De inschrijving in de registers telt, en niet het verzoek om wijziging van inschrijving van de verblijfplaats.

Ingeval de echtgenoten zijn ingeschreven op hetzelfde adres of geen 300 dagen verstreken zijn sedert de dag waarop zij op verschillende adressen werden ingeschreven (de dag van de inschrijving niet meegerekend), is het vermoeden van vaderschap van toepassing. De akte wordt onmiddellijk op naam van de vader en van de moeder opgemaakt.

Het kind draagt de naam van de vader (artikel 335 van het Burgerlijk Wetboek).

Ingeval de echtgenoten sedert meer dan 300 dagen op verschillende adressen zijn ingeschreven, moet de ambtenaar van de burgerlijke stand de aangever ervan op de hoogte brengen dat door een gemeenschappelijke verklaring het vermoeden van vaderschap kan worden toegepast.

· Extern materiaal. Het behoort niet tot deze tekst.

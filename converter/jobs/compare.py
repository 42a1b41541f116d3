"""The job `compare`: where, which way and by how much the profiles of two revisions differ, and whether by too much."""

import math
import time
from collections.abc import Callable
from dataclasses import dataclass, replace
from pathlib import Path
from typing import Any

import numpy as np

import converter
from converter.drawing import AnyCurve, Drawing, read_drawing
from converter.errors import LengthError, SettingsError
from converter.jobs.comparison import CompareRecord, Comparison, Limits, Transform
from converter.jobs.figures import Figure, figures_of
from converter.jobs.measuring import decided, measured
from converter.jobs.pairing import pair_up
from converter.units import UNITLESS, Length
from geometry.arcs import ArcChain
from geometry.bspline import Spline
from geometry.polyline import Polyline
from geometry.registration import Move, moved_curve, rigid_move

__all__ = ["CompareSettings", "compare_drawings"]

_UNIT_SLIPS = (10.0, 12.0, 25.4, 39.37007874015748, 100.0, 304.8, 1000.0)  # ratios of common units
_SLIP = 0.02  # how near to one of them the sizes of two drawings must lie
_STRETCHED = 0.000999  # a change of size that is pointed out


@dataclass(frozen=True, slots=True)
class CompareSettings:
    """How to compare.

    Attributes:
        tolerance: largest distance allowed, either way; None for no verdict.
        profile_zone: width of the tolerance zone of a line profile (ISO 1101), in place of `tolerance`.
        zone_shift: what the middle of that zone lies outside (closed) or left of (open) OLD; negative for the other
            side; drawing units or with a unit, its sign apart.
        zone_inwards: whether the shift is to the other side.
        align: whether NEW is moved onto OLD as a rigid body first.
        verdict_only: decide as fast as possible and leave the figures at the bounds that took.
        layers: layers to take profiles from, which both drawings have; empty for all.
        gap: ends nearer than this are joined; None takes 1e-6 of the extent.
        units, new_units: names of the units of OLD (and of NEW unless stated) and of NEW, overriding $INSUNITS.
    """

    tolerance: Length | None = None
    profile_zone: Length | None = None
    zone_shift: Length | None = None
    zone_inwards: bool = False
    align: bool = False
    verdict_only: bool = False
    layers: tuple[str, ...] = ()
    gap: Length | None = None
    units: str | None = None
    new_units: str | None = None


def compare_drawings(
    old: Path, new: Path, settings: CompareSettings, progress: Callable[[int, int], None] | None = None
) -> Comparison:
    """Compare the profiles of two drawings; nothing is written.

    Args:
        old, new: DXF files of the earlier and the later revision.
        settings: see `CompareSettings`.
        progress: called with pairs done and pairs in all, after each.

    Raises:
        ConverterError: a file or the settings cannot be used.
    """
    clock = time.perf_counter()
    drawings = _read(old, new, settings)
    limits = _limits(settings, drawings[0])
    if settings.verdict_only and limits is None:
        raise SettingsError("there is no verdict without --tolerance or --profile-zone; state one of them")
    record = CompareRecord(
        "compare",
        converter.__version__,
        str(old),
        str(new),
        drawings[0].units.symbol,
        None if settings.tolerance is None else drawings[0].length(settings.tolerance),
        _zone(settings, drawings[0]),
        "rigid" if settings.align else "none",
        Transform(),
        None,
    )
    read = time.perf_counter()
    record.seconds["read"] = read - clock
    factor = _factor(*drawings, record)
    figures = figures_of(drawings[0]), figures_of(drawings[1], factor)
    record.warnings += [f"{d.path}: {line}" for d in drawings for line in d.warnings]
    _warn_of_units(*figures, record)
    if settings.align:
        figures = figures[0], _aligned(*figures, record)
    aligned = time.perf_counter()
    record.seconds["align"] = aligned - read
    pairing = pair_up(*figures)
    compared = []
    for done, (i, j, how) in enumerate(pairing.pairs, start=1):
        measure = decided if settings.verdict_only else measured
        compared.append(measure(figures[0][i], figures[1][j], how, limits))
        if progress is not None:
            progress(done, len(pairing.pairs))
    only_old, only_new = [figures[0][i] for i in pairing.only_old], [figures[1][j] for j in pairing.only_new]
    record.pairs = [one.record for one in compared]
    record.only_in_old, record.only_in_new = (
        [_described(figure) for figure in group] for group in (only_old, only_new)
    )
    if limits is not None:
        paired = not (only_old or only_new)
        record.within_tolerance = paired and all(bool(pair.within_tolerance) for pair in record.pairs)
    record.seconds["compare"] = time.perf_counter() - aligned
    alone = [[(figure.id, figure.layer, figure.curve) for figure in group] for group in (only_old, only_new)]
    return Comparison(record, compared, alone[0], alone[1], limits, drawings[0], drawings[1])


def _read(old: Path, new: Path, settings: CompareSettings) -> tuple[Drawing, Drawing]:
    units = settings.units, settings.new_units or settings.units
    drawings = tuple(
        read_drawing(path, settings.layers, settings.gap, unit) for path, unit in zip((old, new), units, strict=True)
    )
    if not drawings[0].profiles and not drawings[1].profiles:
        drawings[0].require_profiles()
    return drawings[0], drawings[1]


def _limits(settings: CompareSettings, drawing: Drawing) -> Limits | None:
    """Return the limits in the units of OLD."""
    unit = "" if drawing.units is UNITLESS else f" {drawing.units.symbol}"
    if settings.tolerance is not None:
        if settings.profile_zone is not None:
            raise SettingsError(
                "--tolerance T allows T to either side, --profile-zone W the half of W; state one of them"
            )
        size = drawing.length(settings.tolerance)
        if size <= 0.0:
            raise LengthError("a tolerance must be above 0")
        return Limits(size, size, f"+-{size:.6g}{unit}")
    zone = _zone(settings, drawing)
    if zone is None:
        return None
    width, shift = zone["width"], zone["shift"]
    if width <= 0.0:
        raise LengthError("the width of a profile zone must be above 0")
    if abs(shift) >= 0.5 * width:
        raise SettingsError("--zone-shift must be smaller than half of --profile-zone: OLD itself would lie outside")
    said = f"profile zone {width:.6g}{unit}" + (f", middle at {shift:+.6g}" if shift else "")
    return Limits(0.5 * width + shift, 0.5 * width - shift, said)


def _zone(settings: CompareSettings, drawing: Drawing) -> dict[str, float] | None:
    if settings.profile_zone is None:
        if settings.zone_shift is not None:
            raise SettingsError("--zone-shift shifts a zone: state its width by --profile-zone")
        return None
    shift = 0.0 if settings.zone_shift is None else drawing.length(settings.zone_shift)
    return {"width": drawing.length(settings.profile_zone), "shift": -shift if settings.zone_inwards else shift}


def _factor(old: Drawing, new: Drawing, record: CompareRecord) -> float:
    """Return what lengths of NEW are multiplied by to be in the units of OLD, and say so."""
    a, b = old.units, new.units
    if a is b:
        return 1.0
    if a is UNITLESS or b is UNITLESS:
        silent, other = ("OLD", b) if a is UNITLESS else ("NEW", a)
        record.warnings.append(f"{silent} states no units: taken to be in {other.symbol} like the other drawing")
        return 1.0
    factor = b.metres / a.metres
    record.warnings.append(f"NEW is in {b.symbol}, OLD in {a.symbol}: lengths of NEW are taken times {factor:.10g}")
    return factor


def _extent(figures: list[Figure]) -> float:
    if not figures:
        return 0.0
    ends = [figure.curve.bounds() for figure in figures]
    low = np.min([end[0][:2] for end in ends], axis=0)
    high = np.max([end[1][:2] for end in ends], axis=0)
    return float(np.linalg.norm(high - low))


def _warn_of_units(old: list[Figure], new: list[Figure], record: CompareRecord) -> None:
    """Point out sizes that differ as units do."""
    a, b = _extent(old), _extent(new)
    if a <= 0.0 or b <= 0.0:
        return
    ratio = max(a, b) / min(a, b)
    for slip in _UNIT_SLIPS:
        if abs(ratio / slip - 1.0) < _SLIP:
            word = "smaller" if b < a else "larger"
            record.warnings.append(
                f"NEW is {slip:.4g} times {word} than OLD, as if its units were others; state them by --new-units"
            )
            return


def _aligned(old: list[Figure], new: list[Figure], record: CompareRecord) -> list[Figure]:
    """Return NEW moved onto OLD, and write down the move."""
    plan = [[_in_plan(figure.curve) for figure in group] for group in (old, new)]
    if not plan[0] or not plan[1]:
        return new
    move = rigid_move(*plan)
    record.transform = Transform(move.dx, move.dy, math.degrees(move.angle), *move.centre)
    record.scale = move.scale
    if abs(move.scale - 1.0) > _STRETCHED:
        record.warnings.append(
            f"NEW taken times {move.scale:.6g} would fit better: wrong units or a stretched scan; it was not scaled"
        )
    return [replace(figure, curve=_moved(move, figure.curve)) for figure in new]


def _in_plan(curve: AnyCurve) -> AnyCurve:
    if curve.dimension == 2:
        return curve
    if isinstance(curve, Spline):
        return replace(curve, control=curve.control[:, :2])
    assert isinstance(curve, Polyline)
    return Polyline(curve.points[:, :2], curve.closed)


def _moved(move: Move, curve: AnyCurve) -> AnyCurve:
    """Return a curve moved in plan; heights stay."""
    if curve.dimension == 2:
        return moved_curve(move, curve)
    if isinstance(curve, Spline):
        return replace(curve, control=np.column_stack([move.apply(curve.control[:, :2]), curve.control[:, 2]]))
    assert isinstance(curve, Polyline | ArcChain)
    return Polyline(np.column_stack([move.apply(curve.points[:, :2]), curve.points[:, 2]]), curve.closed)


def _described(figure: Figure) -> dict[str, Any]:
    """Return what is said of a profile that has no partner."""
    low, high = figure.curve.bounds()
    middle = 0.5 * (low + high)
    return {
        "id": figure.id,
        "layer": figure.layer,
        "closed": figure.closed,
        "type": "/".join(sorted(set(figure.types))),
        "length": figure.curve.length(),
        "x": float(middle[0]),
        "y": float(middle[1]),
    }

Desgewenst zal de ambtenaar van de burgerlijke stand beide echtgenoten verzoeken samen te verschijnen om een gemeenschappelijke verklaring af te leggen. c. Met betrekking tot de gevallen bedoeld in artikel 316bis, 1° en 3°, geldt het vermoeden van vaderschap niet ingeval het kind meer dan 300 dagen na de erin vermelde gevallen is geboren, te weten op grond van de rechterlijke beslissingen of processen-verbaal die tijdens de procedure zijn opgemaakt. De ambtenaar van de burgerlijke stand heeft in dit geval geen enkele reden om de aangever specifiek vragen te stellen met betrekking tot deze mogelijkheid. De aangever moet spontaan wijzen op het bestaan van een gerechtelijke procedure. Deze situatie komt vrij vaak voor (echtgenoten die verwikkeld zijn in een echtscheidingsprocedure, ondervinden immers regelmatig moeilijkheden wanneer zij de afstamming wensen vast te stellen van een kind dat de moeder draagt ten gevolge van een nieuwe relatie).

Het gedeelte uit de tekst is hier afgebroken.